Content starts
"""Where polynomials with rational coefficients are nothing: made from their roots, so these are known."""

from fractions import Fraction

from hypothesis import given
from hypothesis import strategies as st

from loads.balance.far import far_from_nothing
from loads.balance.polynomial import BITS, Root, add, multiply, roots_between, scale, through, value

F = Fraction
LOW, HIGH = F(-3), F(7)
NUMBERS = st.integers(-40, 80).map(lambda number: F(number, 8))


def made_of(roots: list[Fraction], factor: Fraction) -> tuple[Fraction, ...]:
    found: tuple[Fraction, ...] = (factor,)
    for root in roots:
        found = multiply(found, (-root, F(1)))
    return found


@given(st.lists(NUMBERS, max_size=4), NUMBERS.filter(bool))
def test_every_root_between_the_ends_is_told_and_no_other(roots: list[Fraction], factor: Fraction) -> None:
    told = roots_between(made_of(roots, factor), LOW, HIGH)
    inside = {root for root in roots if LOW <= root <= HIGH}
    for root in inside:
        assert any(each.low <= root <= each.high for each in told)
    for each in told:
        assert each.high - each.low <= F(1, 1 << BITS)
        assert any(each.low <= root <= each.high for root in roots)


@given(NUMBERS, NUMBERS, st.integers(1, 90).map(F))
def test_roots_that_are_no_rationals_lie_between_what_is_told(
    a: Fraction, b: Fraction, under: Fraction
) -> None:
    square = (a * a - under, 2 * a, F(1))  # (x + a)**2 = under
    for part in (square, multiply(square, (-b, F(1)))):
        for each in roots_between(part, F(-100), F(100)):
            assert each.high - each.low <= F(1, 1 << BITS)
            ends = value(square, each.low) * value(square, each.high)
            assert ends <= 0 or each.low <= b <= each.high
    assert len(roots_between(square, F(-100), F(100))) == 2


def test_a_rational_root_of_a_square_or_a_line_is_told_exactly() -> None:
    assert roots_between((F(-6), F(1), F(1)), F(-10), F(10)) == [Root(F(-3), F(-3)), Root(F(2), F(2))]
    assert roots_between((F(-7), F(4)), F(0), F(2)) == [Root(F(7, 4), F(7, 4))]
    assert roots_between((F(-7), F(4)), F(2), F(3)) == []
    assert roots_between((F(5),), F(0), F(1)) == roots_between((F(0), F(0)), F(0), F(1)) == []
    assert roots_between((F(0), F(0), F(1)), F(0), F(1))[0] == Root(F(0), F(0))  # at an end, and only touched


@given(st.lists(NUMBERS, min_size=1, max_size=4), st.lists(NUMBERS, min_size=1, max_size=4), NUMBERS)
def test_sums_and_products_are_those_of_the_values(
    one: list[Fraction], other: list[Fraction], at: Fraction
) -> None:
    assert value(add(one, other), at) == value(one, at) + value(other, at)
    assert value(multiply(one, other), at) == value(one, at) * value(other, at)
    assert value(scale(one, F(3, 7)), at) == value(one, at) * F(3, 7)


@given(st.lists(NUMBERS, min_size=3, max_size=3), NUMBERS)
def test_the_polynomial_through_points_passes_them(part: list[Fraction], at: Fraction) -> None:
    points = [(x, value(part, x)) for x in (F(-1), F(0), F(5, 3))]
    assert value(through(points), at) == value(part, at)


@given(st.lists(st.lists(NUMBERS, min_size=1, max_size=3), min_size=1, max_size=3), NUMBERS, NUMBERS)
def test_what_is_told_to_be_far_from_nothing_is_so_all_over_the_rectangle(
    rows: list[list[Fraction]], x: Fraction, t: Fraction
) -> None:
    floats = [[float(each) for each in row] for row in rows]
    ends, reach = (F(-5), F(10)), (F(-5), F(10))
    if far_from_nothing(floats, ends, reach):
        signs = set()
        for a, b in ((x, t), (t, x), (ends[0], reach[1]), (ends[1], reach[0])):
            at = sum((value(row, a) * b**power for power, row in enumerate(rows)), F(0))
            assert at
            signs.add(at > 0)
        assert len(signs) == 1


def test_a_margin_that_stays_above_nothing_is_told_to_be_far_from_it() -> None:
    assert far_from_nothing([[9.0, 1.0], [1.0], [0.5]], (F(0), F(4)), (F(0), F(3)))
    assert far_from_nothing([[-9.0, -1.0, -2.0]], (F(0), F(4)), (F(0), F(3)))
    assert not far_from_nothing([[-9.0, 3.0]], (F(0), F(4)), (F(0), F(3)))
    assert not far_from_nothing([[0.0], [1.0]], (F(0), F(4)), (F(0), F(3)))
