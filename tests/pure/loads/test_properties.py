"""What holds for every load: order does not matter, totals are sums, and texts, margins and verdict agree."""

from decimal import Decimal
from fractions import Fraction

from hypothesis import HealthCheck, given, settings
from hypothesis import strategies as st

from loads.balance.assess import assess
from loads.balance.declared import read_load
from records.canonical import canonical
from tests.pure.loads.making import load, twin, twin_empty

F = Fraction

UNITS = ("lb", "kg")
PLACES = ("NOSE-HOLD", "AFT-HOLD", "WING-LOCKER")
SEATS = ("COCKPIT-R", "ROW1-L", "ROW1-R", "ROW2-L", "ROW2-R")
BASIS = twin()
EMPTY = twin_empty()


@st.composite
def loads(draw):
    """Sound loads of the twin, light and heavy, within and outside."""

    def weight(low, high):
        value = draw(st.decimals(low, high, places=draw(st.integers(0, 3)), allow_nan=False))
        return {"value": str(value), "unit": draw(st.sampled_from(UNITS))}

    seats = draw(st.lists(st.sampled_from(SEATS), unique=True, max_size=5))
    passengers = [
        {"name": f"Person {seat}", "seat": seat, "weight": weight(50, 110), "how": "weighed"}
        for seat in seats
    ]
    items = [
        {
            "kind": "cargo",
            "what": f"box {number}",
            "place": draw(st.sampled_from(PLACES)),
            "weight": weight(1, 200),
            "how": "weighed",
        }
        for number in range(draw(st.integers(0, 6)))
    ]
    document = load(passengers=passengers, items=items, persons_on_board=1 + len(seats), limits=[])
    document["crew"][0]["weight"] = weight(50, 110)
    mains = str(draw(st.decimals(40, 60, places=1)))
    document["fuel"]["at_engine_start"] |= {
        name: {"value": mains, "unit": "US gal"} for name in ("LEFT-MAIN", "RIGHT-MAIN")
    }
    document["fuel"]["trip"]["value"] = str(draw(st.decimals(10, 400, places=1)))
    return document


plenty = settings(max_examples=150, deadline=None, suppress_health_check=[HealthCheck.too_slow])


@plenty
@given(loads(), st.randoms(use_true_random=False))
def test_lines_in_any_order_give_the_same_phases_checks_and_verdict(document, chance):
    mixed = {**document, "items": document["items"][:], "passengers": document["passengers"][:]}
    chance.shuffle(mixed["items"])
    chance.shuffle(mixed["passengers"])

    one = assess(read_load(document, BASIS), BASIS, EMPTY)
    other = assess(read_load(mixed, BASIS), BASIS, EMPTY)

    assert one.states == other.states
    assert one.verdict == other.verdict
    plain = {check.code: check._replace(what_next="") for check in one.checks}
    assert plain == {check.code: check._replace(what_next="") for check in other.checks}


@plenty
@given(loads())
def test_every_total_is_the_sum_of_what_was_declared(document):
    result = assess(read_load(document, BASIS), BASIS, EMPTY)

    lb = {"lb": F(1), "kg": 1 / F("0.45359237")}
    people = [*document["crew"], *document["passengers"], *document["items"]]
    aboard = sum(F(one["weight"]["value"]) * lb[one["weight"]["unit"]] for one in people)
    fuel = sum(F(held["value"]) for held in document["fuel"]["at_engine_start"].values()) * 6
    assert result.state("ramp").weight == EMPTY.weight + aboard + fuel
    assert result.state("take-off").weight == result.state("ramp").weight - 24
    assert result.state("landing").weight == result.state("take-off").weight - F(
        document["fuel"]["trip"]["value"]
    )


@plenty
@given(loads())
def test_margins_texts_and_verdict_tell_the_same(document):
    result = assess(read_load(document, BASIS), BASIS, EMPTY)

    for check in result.checks:
        if check.room is not None:
            assert (check.room >= 0) == (check.outcome == "pass")
            assert F(check.margin) <= check.room
        if check.outcome == "fail":
            assert check.what_next
        if check.actual and check.limit and check.outcome in ("pass", "fail"):
            within = F(check.actual) <= F(check.limit)
            within = within and (check.low is None or F(check.actual) >= F(check.low))
            assert within == (check.outcome == "pass")
    failed = any(check.outcome == "fail" for check in result.checks)
    assert (result.verdict == "outside") == failed
    canonical(result.as_document())


@plenty
@given(loads())
def test_the_take_off_is_allowed_exactly_when_every_limit_that_bears_on_it_is_kept(document):
    result = assess(read_load(document, BASIS), BASIS, EMPTY)

    codes = ("weight.ramp", "weight.take-off", "weight.zero-fuel", "weight.landing")
    kept = all(result.check(code).outcome == "pass" for code in codes)
    line = result.as_document()["governing"]["weight"]
    assert ("too much" in line) == (not kept)


def test_a_decimal_and_the_same_number_as_text_are_the_same_load():
    typed, text = load(), load()
    typed["items"][0]["weight"]["value"] = Decimal("120.50")
    text["items"][0]["weight"]["value"] = "120.50"

    assert read_load(typed, BASIS) == read_load(text, BASIS)
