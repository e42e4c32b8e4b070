"""A new secret for a token; the one it had serves on for a stated overlap, then ends."""

from dataclasses import dataclass
from datetime import timedelta

from fleet.actions.constraint_refusals import refused_as
from fleet.actions.issue_token import new_secret, refuse_meddling
from fleet.acts import ROTATE_TOKEN
from fleet.models import Rotation, Token
from fleet.models.token import LONGEST, LONGEST_OVERLAP
from fleet.queries.tokens import digest_of, secrets_of, token_of
from records.act import act
from records.actor import Actor
from records.refusal import Fault, Invalid, StepRefused


@dataclass(frozen=True, slots=True)
class Rotated:
    """A token, its rotation and, this once, the new secret."""

    token: Token
    rotation: Rotation
    secret: str


def rotate_token(
    by: Actor, number: int, *, overlap: timedelta, valid_for: timedelta, reason: str = ""
) -> Rotated:
    """This function will give the token with that number a new secret and return it, this once.

    The secret it had serves for `overlap` more, 0 to 30 days, and never beyond its own time; one that still
    served from a rotation before ends at once, so two serve at a time at most. Token, scopes and what the
    trail calls it stay. Raises NotKnown, NotAllowed (another person's), StepRefused (revoked, or of
    somebody who has left) and Invalid (/overlap, /valid_for).
    """
    token = token_of(None if by.kind == "service" else by.chain, number)
    refuse_meddling(by, token.person, integration=token.integration)
    _refuse_wrong(overlap, valid_for)
    if not token.person.is_active:
        raise StepRefused("person-inactive", "The person of this token has left, so it serves nobody.")
    secret = new_secret()
    with (
        refused_as({"rotation_number_is_taken_once": _taken}),
        act(ROTATE_TOKEN, by=by, about=f"token:{token.pk}", reason=reason) as entry,
    ):
        token = token_of(token.operator_id, number)
        if token.revoked_at is not None:
            raise StepRefused(
                "token-already-revoked", "This token was revoked.", next_step="Have a fresh token issued."
            )
        rotation = Rotation.objects.create(
            operator_id=token.operator_id,
            token=token,
            number=len(secrets_of(token)),
            digest=digest_of(secret),
            issued_at=entry.at,
            expires_at=entry.at + valid_for,
            previous_ends_at=entry.at + overlap,
        )
    return Rotated(token_of(token.operator_id, number), rotation, secret)


def _refuse_wrong(overlap: timedelta, valid_for: timedelta) -> None:
    faults = []
    if not timedelta(0) <= overlap <= LONGEST_OVERLAP:
        words = f"the secret before serves for up to {LONGEST_OVERLAP.days} days more"
        faults.append(Fault("/overlap", "overlap-out-of-bounds", words))
    if not timedelta(0) < valid_for <= LONGEST:
        words = f"a secret is valid for up to {LONGEST.days} days"
        faults.append(Fault("/valid_for", "expiry-out-of-bounds", words))
    if faults:
        raise Invalid(*faults)


def _taken() -> StepRefused:
    return StepRefused(
        "token-rotated-meanwhile",
        "Somebody else gave this token a new secret at the same moment.",
        next_step="Look at the token again.",
    )
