"""What the client asks for when a load is to be brought within, and what it makes of the answer."""

from service.client import Tarebook
from tests.service.client.told_server import Turn, telling

NUMBER = "01a23107-3d72-7a66-8157-3ea0a197a14a"
CHANGE = {"op": "replace", "path": "/passengers/0/seat", "value": "ROW1-R"}
ANSWER = {
    "load": NUMBER,
    "step": 1,
    "verdict": "outside",
    "engine": "3",
    "remedies": [
        {
            "kind": "reseat",
            "sentence": "Reseat the passenger in row 2 right to row 1 right.",
            "found": "smallest",
            "figures": [],
            "mended": [],
            "next": {},
            "change": [CHANGE],
        }
    ],
    "more": [],
    "error": [],
    "said": "",
    "cautions": [],
}


def test_the_remedies_of_a_load_are_read_with_their_change() -> None:
    with telling(Turn(200, ANSWER)) as server:
        found = Tarebook(server.address, "tb_only-for-tests").remedies(NUMBER)

    assert server.asked[0].path == f"/api/v1/loads/{NUMBER}/remedies"
    assert (found.verdict, found.said, found.more, found.error) == ("outside", "", (), ())
    (only,) = found.remedies
    assert (only.kind, only.found, only.change) == ("reseat", "smallest", (CHANGE,))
Content ends
## TASK STATEMENT
Read the listing. Copy each line that has the word "floats" in it.

## RESULT OF THIS EXERCISE
    floats = [[float(each) for each in row] for row in rows]
    if far_from_nothing(floats, ends, reach):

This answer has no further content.